In Nigeria, where an infected traveller collapsed after arriving the Lagos airport, there have so far been 19 suspected, probable and confirmed cases and seven deaths.
"To avoid a situation like Nigeria, they need to be able to follow hundreds of contacts," said epidemiologist Jorge Castilla-Echenique of the European Commission's Humanitarian Aid and Civil Protection Department in Dakar. "Whatever they do, there will probably be a second set of sick people as this guy has been here for some time."

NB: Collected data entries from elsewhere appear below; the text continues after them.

/// summary.json of a solve.
pub fn solve_summary(sol: &Solution, o: &Observables, info: &RunInfo<'_>) -> SolveSummary {
    let p = &sol.problem;
    let phonons = p
        .scattering
        .phonons
        .iter()
        .map(|m| PhononInfo {
            requested_energy_ev: m.requested_energy_ev,
            energy_ev: m.energy_ev,
            grid_steps: m.steps,
            bath_temperature_k: m.bath_temperature_k,
            max_coupling_ev2: m.coupling_ev2.iter().copied().fold(0.0, f64::max),
        })
        .collect();
    SolveSummary {
        header: header("solve", info.case_name, info.case_file),
        threads: info.threads,
        converged: sol.report.converged,
        trustworthy: sol.report.converged,
        coherent: p.scattering.is_coherent(),
        hermitian_part: if sol.report.hermitian_part {
            "include"
        } else {
            "neglect"
        }
        .into(),
        operating_point: OperatingPoint {
            fermi_level_left_ev: p.left.fermi_level_ev,
            fermi_level_right_ev: p.right.fermi_level_ev,
            temperature_left_k: p.left.temperature_k,
            temperature_right_k: p.right.temperature_k,
            voltage_v: p.voltage_v(),
        },
        device: DeviceInfo {
            cells: p.device.cells(),
            orbitals_per_cell: p.device.orbitals,
            spacing_nm: p.device.spacing_nm,
            spin_degeneracy: p.spin_degeneracy,
        },
        grid: to_json(&p.grid),
        phonons,
        results: scalars(o, p.scattering.is_coherent()),
        phonon_modes: to_json(&o.phonon_modes),
        ledger: ledger_json(&o.ledger),
        local_fermi_level: fermi_level_info(o),
        scba: to_json(&sol.report),
        lattice: None,
        self_heating: None,
        movers: o.sites.movers.as_ref().map(movers_summary),
        electrostatics: None,
        warnings: info.warnings.to_vec(),
        notes: info.notes.to_vec(),
        resolved_case: info.case_toml.into(),
        channels: o.channels.as_ref().map(channel_summary),
        result_files: None,
        contacts: super::schema::summary::ContactSummary::all(p, &o.contacts),
        energy_split_ranks: None,
    }
}

/// The `channels` object of summary.json.
pub fn channel_summary(c: &ChannelObservables) -> ChannelSummary {
    ChannelSummary {
        names: c.names.clone(),
        orbitals: c.orbitals.clone(),
        current_left_a: c.current_left_a.clone(),
        current_right_a: c.current_right_a.clone(),
        heat_current_left_w: c.heat_current_left_w.clone(),
        heat_current_right_w: c.heat_current_right_w.clone(),
        lattice_power_w: c.lattice_power_w.clone(),
        polarization: c.polarization,
    }
}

Senegal has closed its land border with Guinea and halted flights to Guinea, Sierra Leone and Liberia, defying advice from the World Health Organization (WHO) that there is no need for travel restrictions.
A note from the WHO and the International Civil Aviation Organization sent to health ministries on Aug. 29 said: "Lives are being unnecessarily lost because health care workers cannot travel to the affected countries, and delivery of life saving equipment and supplies is being delayed."
The World Food Programme said it needs to raise $70 million to feed 1.3 million people at risk from shortages in the Ebola-quarantined areas in West Africa, with the agency's resources already stretched by several major humanitarian crises.
Democratic Republic of
Congo declared an Ebola outbreak in its northern Equateur province last week that has killed at least 13 people. But the outbreak, which occurred near the Ebola River region where the virus was first detected in 1976, appears to be unrelated to the West Africa outbreak.